Friday, May 06, 2005

Happy Mothers Day

was just reading MG's blog and have become all emotional about Mothers Day. I for one have many times taken my mom for granted. I know she has done so much for me in my lifetime but we are very different in the way we think and the things we believe in and due to that we have quite a bit of disgreements.

Now that I am a mother to a 2 year old, I think of all the things that I do for my daughter, my feelings for her, the love I feel for her, the kind of happiness she brings me and about how I want to see her grow into a wonderful human being. Of course my parenting style is very different from my mom’s and she was a SAHM whereas I work full time. My daily challenges are very different from what she would have faced.

Non the less, she must have cared for us so much, making sure we were fed, clean, clothed ( I remember how she loved to get us new clothes) having food ready when we are back from school, taking us for outings now and then, protecting us from the world outside, taking care of us when we were sick, the list goes on I remember her packing snackes for me for school and I used to think its such a natural thing to do. When I did that just once for my daughters pre school (Althogh it was just a trial) I did it with so much love and concern hoping that she will like what I packed. I think of all the times that I have been up all night, caring for my daughter when she was sick. My mom must have felt the same. She is not good at expressing her feelings and I don’t ever remember her saying I love you although I know she muct have said it many many times when I was a kid. But I know she loves me but I just wished we were more open about our feelings. Its difficult for me to say "I love you" to her too coz we are just not used to shere such feelings openly. Maybe its the way we have been brought up. Demonstrating our feelings openly was definately not part of our life.

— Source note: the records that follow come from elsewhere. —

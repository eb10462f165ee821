using System.Reflection;
using MemberScan.Foundation.Diagnostics;
using MemberScan.Part21.Findings;

namespace MemberScan.Part21.Tests.Findings;

/// <summary>Each code with the place it names. ‹ marks the byte where the finding must be told; it is no part of the text.</summary>
public sealed class FindingTests
{
    [Theory]
    [InlineData("P21-0014", 2, "#2=HANGER(1,‹'open,$);")]
    [InlineData("P21-0014", 2, "#2=HANGER(1,‹'open,$);\n#3=POST(1);\n#4=POST('b')")]
    [InlineData("P21-0015", 2, "#2=HANGER(1,‹/* open,$);")]
    [InlineData("P21-0015", 2, "#2=HANGER(1)‹/* open;")]
    [InlineData("P21-0015", 0, "‹/* open #2=HANGER(1);")]
    [InlineData("P21-0016", 2, "#2=HANGER((1,2)‹;")]
    [InlineData("P21-0016", 2, "#2=HANGER((1,2‹;")]
    [InlineData("P21-0016", 2, "#2=HANGER('a;b',1‹;")]
    [InlineData("P21-0016", 2, "#2=HANGER(1,#3 ‹=POST(1);")]
    [InlineData("P21-0017", 2, "#2=HANGER(1,2)‹);")]
    [InlineData("P21-0017", 2, "#2=HANGER('O'‹Neil',2);")]
    [InlineData("P21-0017", 2, "#2=HANGER((1)‹2,3);")]
    [InlineData("P21-0017", 2, "#2=HANGER(1‹(2),3);")]
    [InlineData("P21-0017", 2, "#2=HANGER(1) ‹and more;")]
    [InlineData("P21-0017", 2, "#2=HANGER((1 2‹/* ) */,3));")]
    [InlineData("P21-0018", 2, "‹#2 HANGER(1);")]
    [InlineData("P21-0018", 2, "#2=‹12;")]
    [InlineData("P21-0018", 2, "#2=HANGER‹;")]
    [InlineData("P21-0018", 0, "‹#99999999999999999999=HANGER(1);")]
    [InlineData("P21-0018", 0, "‹#=HANGER(1);")]
    [InlineData("P21-0019", 2, "#2=‹&SCOPE #8=POST(); ENDSCOPE HANGER(1);")]
    public void A_bad_instance_costs_itself_and_is_told(string code, int id, string line)
    {
        var (file, told) = ReadMarked(line, out var offset, out var lineNumber);

        var found = Assert.Single(told.Items, d => d.Code == code);
        Assert.Equal(Severity.Warning, found.Severity);
        Assert.Equal(offset, found.Span!.Value.Offset);
        Assert.Equal(lineNumber, found.Span!.Value.Line);
        Assert.Equal((ulong)id, found.Span!.Value.InstanceId);
        Assert.True(file.HasDamage);
        Assert.True(file.ReadToEnd);
        Assert.True(file.InsertionOffset > 0);
        Assert.True(!file.TryFind(2, out var bad) || (bad.IsDamaged && bad.ArgumentCount == 0 && bad[0].Kind == Part21ValueKind.Absent));
        Assert.True(file.TryFind(1, out var before) && before[0].TryText(out var first) && first == "before");
        Assert.True(file.TryFind(9, out var after) && after[0].TryText(out var last) && last == "after");
    }

    [Theory]
    [InlineData("P21-0021", "#2=HANGER(1)‹", 1)]
    [InlineData("P21-0022", "#2=HANGER($,‹,1);", 3)]
    [InlineData("P21-0022", "#2=HANGER(‹,1);", 2)]
    [InlineData("P21-0022", "#2=HANGER(1,‹);", 2)]
    [InlineData("P21-0022", "#2=HANGER((1.,‹,2.));", 1)]
    [InlineData("P21-0023", "#2=HANGER((‹-1.#INF,1.));", 1)]
    [InlineData("P21-0023", "#2=HANGER(1,‹.5);", 2)]
    [InlineData("P21-0023", "#2=HANGER(1,‹1.5.5 );", 2)]
    [InlineData("P21-0024", "#2=HANGER(1,‹1.E999);", 2)]
    [InlineData("P21-0024", "#2=HANGER(1,‹-1.E+309);", 2)]
    [InlineData("P21-0025", "#2=HANGER(1,‹NaN);", 2)]
    [InlineData("P21-0025", "#2=HANGER(‹#x,1);", 2)]
    [InlineData("P21-0025", "#2=HANGER(‹@,1);", 2)]
    [InlineData("P21-0026", "#2=HANGER(IFCLABEL('a'‹,'b'));", 1)]
    [InlineData("P21-0026", "#2=HANGER(IFCLABEL(‹));", 1)]
    [InlineData("P21-0027", "‹#1=HANGER(1);", 1)]
    [InlineData("P21-0028", "#2=HANGER(#1,(#9,‹#77));", 2)]
    public void A_bad_value_leaves_the_rest_of_its_instance(string code, string line, int arguments)
    {
        var (file, told) = ReadMarked(line, out var offset, out var lineNumber);

        var found = Assert.Single(told.Items);
        Assert.Equal(code, found.Code);
        Assert.Equal(Severity.Warning, found.Severity);
        Assert.Equal(offset, found.Span!.Value.Offset);
        Assert.Equal(lineNumber, found.Span!.Value.Line);
        Assert.Equal(code == "P21-0027" ? 1UL : 2UL, found.Span!.Value.InstanceId);
        Assert.True(file.HasDamage);
        Assert.True(file.ReadToEnd);
        Assert.Equal(3, file.Count);
        var bad = Assert.Single(file.RecordsOf("HANGER"));
        Assert.False(bad.IsDamaged);
        Assert.Equal(arguments, bad.ArgumentCount);
    }

    [Fact]
    public void An_empty_argument_reads_as_absent_and_the_others_keep_their_index()
    {
        var (file, _) = Sample.Read(Sample.Model("#1=HANGER($,,'c');"));
        Assert.True(file.TryFind(1, out var record));

        Assert.Equal(Part21ValueKind.Absent, record[1].Kind);
        Assert.Equal("'c'"u8, record[2].Text);
    }

    [Fact]
    public void Of_two_instances_with_one_number_the_first_is_found()
    {
        foreach (var number in new[] { "5", "500000000000" })
        {
            var (file, told) = Sample.Read(Sample.Model($"#{number}=POST('first');\n#7=POST(#{number});\n#{number}=POST('second');\n#{number}=POST('third');"));

            var id = ulong.Parse(number, System.Globalization.CultureInfo.InvariantCulture);
            Assert.True(file.TryFind(id, out var record));
            Assert.True(record[0].TryText(out var text));
            Assert.Equal("first", text);
            Assert.Equal([false, false, true, true], file.Records.Select(r => r.IsDuplicate));
            Assert.Equal(2, told.CountOf(Assert.Single(told.Items)));
            Assert.Equal(10, told.Items[0].Span!.Value.Line);
        }
    }

    [Fact]
    public void References_to_nothing_are_counted_and_their_numbers_stay_taken()
    {
        var (file, told) = Sample.Read(Sample.Model("#1=POST(#40,#41,#99999999999);\n#2=POST(#40);"));

        var found = Assert.Single(told.Items);
        Assert.Equal("P21-0028", found.Code);
        Assert.Equal(4, told.CountOf(found));
        Assert.Equal(99999999999UL, file.HighestId);
    }

    [Theory]
    [InlineData("#1=POST();\ngarbage #900 more;\n#3=POST();")]
    [InlineData("#1=POST();\n#3=POST('open #900,1);")]
    [InlineData("#1=POST();\n#3=POST(1,(2,(#900;\n#4=POST();")]
    [InlineData("#1=POST();\n#900 POST();\n#4=POST();")]
    public void Numbers_in_text_that_was_passed_over_stay_taken(string data)
    {
        var (file, _) = Sample.Read(Sample.Model(data));

        Assert.True(file.HasDamage);
        Assert.Equal(900UL, file.HighestId);
    }

    [Fact]
    public void A_string_that_swallowed_instances_gives_them_back()
    {
        var (file, told) = Sample.Read(Sample.Model("#1=POST('open,1);\n#2=POST('a');\n#3=POST('b','c');\n#4=POST('');"));

        Assert.Equal([1UL, 2UL, 3UL, 4UL], file.Records.Select(r => r.Id));
        Assert.Equal([true, false, false, false], file.Records.Select(r => r.IsDamaged));
        Assert.Equal("P21-0014", Assert.Single(told.Items).Code);
    }

    [Fact]
    public void Text_between_statements_is_passed_over_up_to_the_next_one()
    {
        var (file, told) = ReadMarked("‹what is this?; 'x");

        Assert.Equal("P21-0009", told.Code);
        Assert.Equal(2, file.Count);
        Assert.True(file.HasDamage);
        Assert.True(file.ReadToEnd);
    }

    [Theory]
    [InlineData("P21-0001", false, "‹a letter, not a model")]
    [InlineData("P21-0001", false, "‹")]
    [InlineData("P21-0001", false, "‹It speaks of ISO-10303-21; but is none")]
    [InlineData("P21-0002", false, "‹I\0S\0O\0-\0")]
    [InlineData("P21-0002", false, "‹\u00FF\u00FEI\0S\0O\0-\0")]
    [InlineData("P21-0007", true, "‹From: the yard\n\nISO-10303-21;\nHEADER;\nFILE_DESCRIPTION((''),'');FILE_NAME('');FILE_SCHEMA(('IFC4'));ENDSEC;\nDATA;\nENDSEC;\nEND-ISO-10303-21;\n")]
    [InlineData("P21-0003", false, Sample.Header + "#1=POST();\nENDSEC;\n‹")]
    [InlineData("P21-0003", false, Sample.Header + "#1=POST();\n‹")]
    [InlineData("P21-0005", false, "ISO-10303-21;HEADER;FILE_DESCRIPTION((''),'');FILE_NAME('');FILE_SCHEMA(('IFC4'));ENDSEC;END-ISO-10303-21;")]
    [InlineData("P21-0004", false, Sample.Header + "#1=POST();\n" + Sample.Footer + "-----\n‹" + Sample.Header + "#1=POST();\n" + Sample.Footer)]
    [InlineData("P21-0006", false, Sample.Header + "#1=POST();\n‹END-ISO-10303-21;\n")]
    [InlineData("P21-0008", true, Sample.Header + "#1=POST();\n" + Sample.Footer + "‹and a postscript")]
    [InlineData("P21-0009", true, Sample.Header + "#1=POST();\nENDSEC;\n‹#2=POST();\nEND-ISO-10303-21;\n")]
    [InlineData("P21-0012", true, "ISO-10303-21;\nHEADER;\nFILE_DESCRIPTION((''),'');\nFILE_NAME('n');\n‹FILE_POPULATION('x,'y');\nFILE_SCHEMA(('IFC4'));\nENDSEC;\nDATA;\nENDSEC;\nEND-ISO-10303-21;\n")]
    [InlineData("P21-0021", true, "ISO-10303-21;HEADER;FILE_DESCRIPTION((''),'');FILE_NAME('');FILE_SCHEMA(('IFC4'));ENDSEC;DATA;ENDSEC;END-ISO-10303-21‹")]
    public void Damage_to_the_frame_is_told(string code, bool readToEnd, string marked)
    {
        var text = marked.Replace("‹", "", StringComparison.Ordinal);
        var offset = marked.IndexOf('‹', StringComparison.Ordinal);

        var (file, told) = Sample.Read(text);

        var found = Assert.Single(told.Items);
        Assert.Equal(code, found.Code);
        Assert.Equal(readToEnd ? Severity.Warning : Severity.Error, found.Severity);
        Assert.Equal(offset, found.Span!.Value.Offset);
        if (offset >= 0) Assert.Equal(1 + text[..offset].Count(c => c == '\n'), found.Span!.Value.Line);
        Assert.Equal(readToEnd, file.ReadToEnd);
        Assert.True(file.HasDamage);
    }

    [Fact]
    public void A_missing_header_entry_is_told()
    {
        var (file, told) = Sample.Read(Sample.Model("").Replace("FILE_SCHEMA(('IFC4'));\n", "", StringComparison.Ordinal));

        Assert.Equal("P21-0013", Assert.Single(told.Items).Code);
        Assert.Empty(file.Header.Schemas);
        Assert.True(file.ReadToEnd);
        Assert.False(file.HasDamage);
    }

    [Fact]
    public void Blanks_and_control_characters_after_the_end_are_nothing()
    {
        var (file, told) = Sample.Read(Sample.Model("#1=POST();") + "\r\n\u001A\0 /* end */\n");

        Assert.Empty(told.Items);
        Assert.True(file.ReadToEnd);
    }

    [Fact]
    public void A_file_cut_off_anywhere_is_not_read_to_its_end()
    {
        var text = Sample.Model("#1=POST('a;b',(1.,2.));/* c */\n#2=(A()B(1));");
        var whole = text.IndexOf("END-ISO-10303-21", StringComparison.Ordinal) + "END-ISO-10303-21".Length;

        for (var length = 0; length < text.Length; length++)
        {
            var (file, told) = Sample.Read(text[..length]);

            Assert.Equal(length >= whole, file.ReadToEnd);
            if (length < whole) Assert.True(told.HasErrors);
        }
    }

    [Fact]
    public void No_single_slip_in_one_instance_costs_another()
    {
        var before = string.Concat(Enumerable.Range(1, 5).Select(i => $"#{i}=POST('p{i}',(#1,#2),$);\n"));
        var after = string.Concat(Enumerable.Range(21, 5).Select(i => $"#{i}=RAIL('r;{i}',IFCREAL(1.5),'#{i}');\n"));
        const string Victim = "#10=HANGER('it''s',#1,(1.,(2.,3.)),.T.,IFCLABEL('x'),$);";

        for (var at = 0; at <= Victim.Length; at++)
        {
            foreach (var slip in new[] { "", "'", "(", ")", ",", ";", "#", "=", "\"", "/*", "*/", "\\", "\n", ".", "x", "5", "\u00E4", "\0" })
            {
                AssertOthersRead(before + Victim[..at] + slip + Victim[Math.Min(at + 1, Victim.Length)..] + "\n" + after);
                AssertOthersRead(before + Victim[..at] + slip + Victim[at..] + "\n" + after);
            }
        }
    }

    [Fact]
    public void Codes_are_unique_and_say_what_was_done()
    {
        var kinds = typeof(FindingKinds).GetFields(BindingFlags.Static | BindingFlags.Public).Select(f => (FindingKind)f.GetValue(null)!).ToList();

        Assert.Equal(Enumerable.Range(1, kinds.Count).Select(n => $"P21-{n:0000}"), kinds.Select(k => k.Code).Order(StringComparer.Ordinal));
        Assert.All(kinds, k => Assert.EndsWith(".", k.Message, StringComparison.Ordinal));
        Assert.All(kinds, k => Assert.True(!k.EndsReading || (k.IsDamage && k.Severity == Severity.Error)));
    }

    private static void AssertOthersRead(string data)
    {
        var (file, _) = Sample.Read(Sample.Model(data));

        Assert.True(file.ReadToEnd, data);
        for (var i = 1; i <= 5; i++)
        {
            Assert.True(file.TryFind((ulong)i, out var post), data);
            Assert.True(post.Text.SequenceEqual(System.Text.Encoding.ASCII.GetBytes($"#{i}=POST('p{i}',(#1,#2),$);")), data);
        }

        for (var i = 21; i <= 25; i++)
        {
            Assert.True(file.TryFind((ulong)i, out var rail), data);
            Assert.True(rail.Keyword == "RAIL" && rail.ArgumentCount == 3 && rail[2].TryText(out var text) && text == $"#{i}", data);
        }
    }

    private static (Part21File File, DiagnosticList Told) ReadMarked(string line, out int offset, out int lineNumber)
    {
        var marked = Sample.Model($"#1=POST('before');\n{line}\n#9=POST('after');");
        offset = marked.IndexOf('‹', StringComparison.Ordinal);
        lineNumber = 1 + marked[..offset].Count(c => c == '\n');
        return Sample.Read(marked.Replace("‹", "", StringComparison.Ordinal));
    }

    private static (Part21File File, Diagnostic Told) ReadMarked(string line)
    {
        var (file, told) = ReadMarked(line, out var offset, out var lineNumber);
        var found = Assert.Single(told.Items);
        Assert.Equal(offset, found.Span!.Value.Offset);
        Assert.Equal(lineNumber, found.Span!.Value.Line);
        return (file, found);
    }
}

Now, I think of how lucky I have been compared to people who dont have a mother or who have mothers who are abusive to their children. Children who will never know what a mothers love is all about. I am luckier than many others because I have my mom to care for my daughter. Not many have that. I feel really bad now thinking how disappointed she must be with me coz I don’t spend as much time with her now or do as much as she would expect me to do because I am so caught up with my life.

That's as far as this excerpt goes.